Suara burung hantu sesekali terdengar, bertingkah pula dengan dengingan nyamuk yang begitu rajin menemani kami berjalan. Desauan daun buluh Aur tertiup angin berbaur dengan lenguhan-lenguhan pendek bersuara berat. Lenguhan itu seperti orang mendehem, lebih mirip suara mendengus yang berat.

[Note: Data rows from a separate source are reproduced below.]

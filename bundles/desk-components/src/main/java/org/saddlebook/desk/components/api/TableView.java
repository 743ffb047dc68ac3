package org.saddlebook.desk.components.api;

import java.awt.BorderLayout;
import java.awt.Dimension;
import java.awt.datatransfer.StringSelection;
import java.awt.event.ActionEvent;
import java.awt.event.KeyEvent;
import java.awt.event.MouseAdapter;
import java.awt.event.MouseEvent;
import java.util.Optional;
import java.util.function.IntConsumer;
import java.util.stream.IntStream;
import javax.swing.AbstractAction;
import javax.swing.BorderFactory;
import javax.swing.JComponent;
import javax.swing.JMenuItem;
import javax.swing.JPanel;
import javax.swing.JPopupMenu;
import javax.swing.JScrollPane;
import javax.swing.KeyStroke;
import javax.swing.ListSelectionModel;
import org.saddlebook.desk.api.DeskContext;
import org.saddlebook.desk.api.Ink;

/**
 * A table that copies with head and units into a spreadsheet, saves as CSV, and is walked with the keyboard: arrows within,
 * Tab to leave, Enter to act on a row.
 */
public final class TableView extends JPanel {
    private static final long serialVersionUID = 1L;

    private static final int MOST_ROWS = 400;

    private final transient DeskContext context;
    private final transient Saving saving;
    private final String name;
    private final CellGrid grid;
    private final JPanel place = new JPanel(new BorderLayout());
    private transient TableContent content = TableContent.EMPTY;
    private int rowsInView = 14;
    private transient Optional<IntConsumer> act = Optional.empty();
    private String verb = "";

    /**
     * An empty table.
     *
     * @param name accessible name, also shown above the table
     */
    public TableView(String name, DeskContext context, Saving saving) {
        this.context = context;
        this.saving = saving;
        this.name = name;
        Ink ink = context.ink();
        setLayout(new BorderLayout());
        setOpaque(false);
        setBorder(BorderFactory.createEmptyBorder(4, 16, 4, 16));
        grid = new CellGrid(ink);
        grid.getAccessibleContext().setAccessibleName(name);
        grid.setSelectionMode(ListSelectionModel.MULTIPLE_INTERVAL_SELECTION);
        JPanel head = new JPanel(new BorderLayout());
        head.setOpaque(false);
        javax.swing.JLabel title = new javax.swing.JLabel(name);
        title.setFont(ink.font(0.92, true));
        title.setForeground(ink.ink());
        title.setLabelFor(grid);
        head.add(title, BorderLayout.CENTER);
        head.add(new MoreButton("Table " + name + ": copy or save", ink, this::menu), BorderLayout.EAST);
        add(head, BorderLayout.NORTH);
        place.setOpaque(false);
        add(place, BorderLayout.CENTER);
        bind();
        lay();
    }

    private void bind() {
        int menuKey = java.awt.event.InputEvent.CTRL_DOWN_MASK;
        on(KeyStroke.getKeyStroke(KeyEvent.VK_C, menuKey), "copy with units", this::copy);
        on(KeyStroke.getKeyStroke(KeyEvent.VK_ENTER, 0), "act on row", this::actOnSelected);
        on(KeyStroke.getKeyStroke(KeyEvent.VK_F10, java.awt.event.InputEvent.SHIFT_DOWN_MASK), "more", this::popUp);
        on(KeyStroke.getKeyStroke(KeyEvent.VK_CONTEXT_MENU, 0), "more", this::popUp);
        grid.addMouseListener(new MouseAdapter() {
            @Override
            public void mouseClicked(MouseEvent event) {
                if (event.getClickCount() == 2) {
                    actOnSelected();
                }
            }

            @Override
            public void mousePressed(MouseEvent event) {
                menuAt(event);
            }

            @Override
            public void mouseReleased(MouseEvent event) {
                menuAt(event);
            }

            private void menuAt(MouseEvent event) {
                if (event.isPopupTrigger()) {
                    menu().show(grid, event.getX(), event.getY());
                }
            }
        });
    }

    private void on(KeyStroke key, String what, Runnable work) {
        grid.getInputMap(JComponent.WHEN_ANCESTOR_OF_FOCUSED_COMPONENT).put(key, what);
        grid.getActionMap().put(what, new AbstractAction(what) {
            private static final long serialVersionUID = 1L;

            @Override
            public void actionPerformed(ActionEvent event) {
                work.run();
            }
        });
    }

    /** Shows a table; the selection stays where it was. */
    public void show(TableContent newContent) {
        int selected = grid.getSelectedRow();
        boolean scrolled = content.rows().size() > rowsInView;
        content = newContent;
        grid.show(newContent);
        if (selected >= 0 && selected < newContent.rows().size()) {
            grid.setRowSelectionInterval(selected, selected);
        }
        if (scrolled != (content.rows().size() > rowsInView) || place.getComponentCount() == 0) {
            lay();
        }
        setVisible(!newContent.columns().isEmpty());
        revalidate();
        repaint();
    }

    /** The table shown. */
    public TableContent content() {
        return content;
    }

    /** How many rows are shown at most before the table scrolls by itself. */
    public TableView withRowsInView(int rows) {
        rowsInView = rows;
        lay();
        return this;
    }

    /**
     * What Enter and a double click do.
     *
     * @param what in the imperative, for the menu
     * @param work receives the index of the row
     */
    public TableView onRow(String what, IntConsumer work) {
        verb = what;
        act = Optional.of(work);
        grid.getAccessibleContext().setAccessibleDescription("Enter: " + what);
        return this;
    }

    /** Calls this with the row when another one is chosen; −1 for none. */
    public TableView onSelection(IntConsumer chosen) {
        grid.getSelectionModel().addListSelectionListener(event -> {
            if (!event.getValueIsAdjusting()) {
                chosen.accept(grid.getSelectedRow());
            }
        });
        return this;
    }

    /** The row chosen; −1 for none. */
    public int selectedRow() {
        return grid.getSelectedRow();
    }

    /** Chooses a row and brings it into view. */
    public void select(int row) {
        grid.setRowSelectionInterval(row, row);
        grid.scrollRectToVisible(grid.getCellRect(row, 0, true));
    }

    private void lay() {
        place.removeAll();
        if (content.rows().size() > rowsInView) {
            JScrollPane pane = new JScrollPane(grid) {
                private static final long serialVersionUID = 1L;

                @Override
                public Dimension getPreferredSize() {
                    return new Dimension(
                            super.getPreferredSize().width,
                            grid.getTableHeader().getPreferredSize().height + grid.getRowHeight() * rowsInView + 4);
                }
            };
            pane.setBorder(BorderFactory.createEmptyBorder());
            pane.getViewport().setBackground(grid.getBackground());
            place.add(pane, BorderLayout.CENTER);
        } else {
            place.add(grid.getTableHeader(), BorderLayout.NORTH);
            place.add(grid, BorderLayout.CENTER);
        }
        place.revalidate();
    }

    /** Copies the chosen rows, or all, with head and units. */
    public void copy() {
        int[] rows = grid.getSelectedRows();
        int[] chosen = rows.length > 0
                ? rows
                : IntStream.range(0, content.rows().size()).toArray();
        saving.clipboard().get().setContents(new StringSelection(content.tabSeparated(chosen)), null);
        context.note(
                "Copied " + chosen.length + (chosen.length == 1 ? " row" : " rows") + " of " + name + " with units.");
    }

    /** Asks for a file and saves the table as CSV. */
    public void saveAsCsv() {
        TableContent now = content;
        saving.save(this, context, Saving.fileName(name, "csv"), now::csv);
    }

    private void actOnSelected() {
        int row = grid.getSelectedRow();
        if (row >= 0 && row < content.rows().size()) {
            act.ifPresent(work -> work.accept(row));
        }
    }

    private void popUp() {
        java.awt.Rectangle cell = grid.getCellRect(Math.max(0, grid.getSelectedRow()), 0, true);
        menu().show(grid, cell.x + 8, cell.y + cell.height);
    }

    private JPopupMenu menu() {
        JPopupMenu menu = new JPopupMenu(name);
        if (act.isPresent()) {
            JMenuItem row = item(verb, this::actOnSelected);
            row.setEnabled(grid.getSelectedRow() >= 0);
            menu.add(row);
        }
        menu.add(item("Copy with units", this::copy));
        menu.add(item("Copy all with units", () -> {
            grid.clearSelection();
            copy();
        }));
        menu.add(item("Save as CSV …", this::saveAsCsv));
        return menu;
    }

    private static JMenuItem item(String text, Runnable work) {
        JMenuItem item = new JMenuItem(text);
        item.addActionListener(event -> work.run());
        return item;
    }

    /** Rows up to which cells may wrap onto several lines; longer tables have one line each. */
    static int wrappedRows() {
        return MOST_ROWS;
    }
}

“Hoii!! Hoii! Hua! Hua!!” teriak bapak berulang kali. Cahaya senternya diarahkan ke asal suara sambil terus berteriak. Sekilas cahaya senter bisa menangkap bayangan hitam sebesar kambing gemuk. Aku terkaget, cepat merapat ke arah bapak. Suara bapak terus berteriak dan semakin keras. Krosak…krosak, suara semak tersibak yang terdengar. Lantas hening, sunyi.
“Banyak sekali babi malam ini, sepertinya harus begadang kita,” ujar Bapak tenang.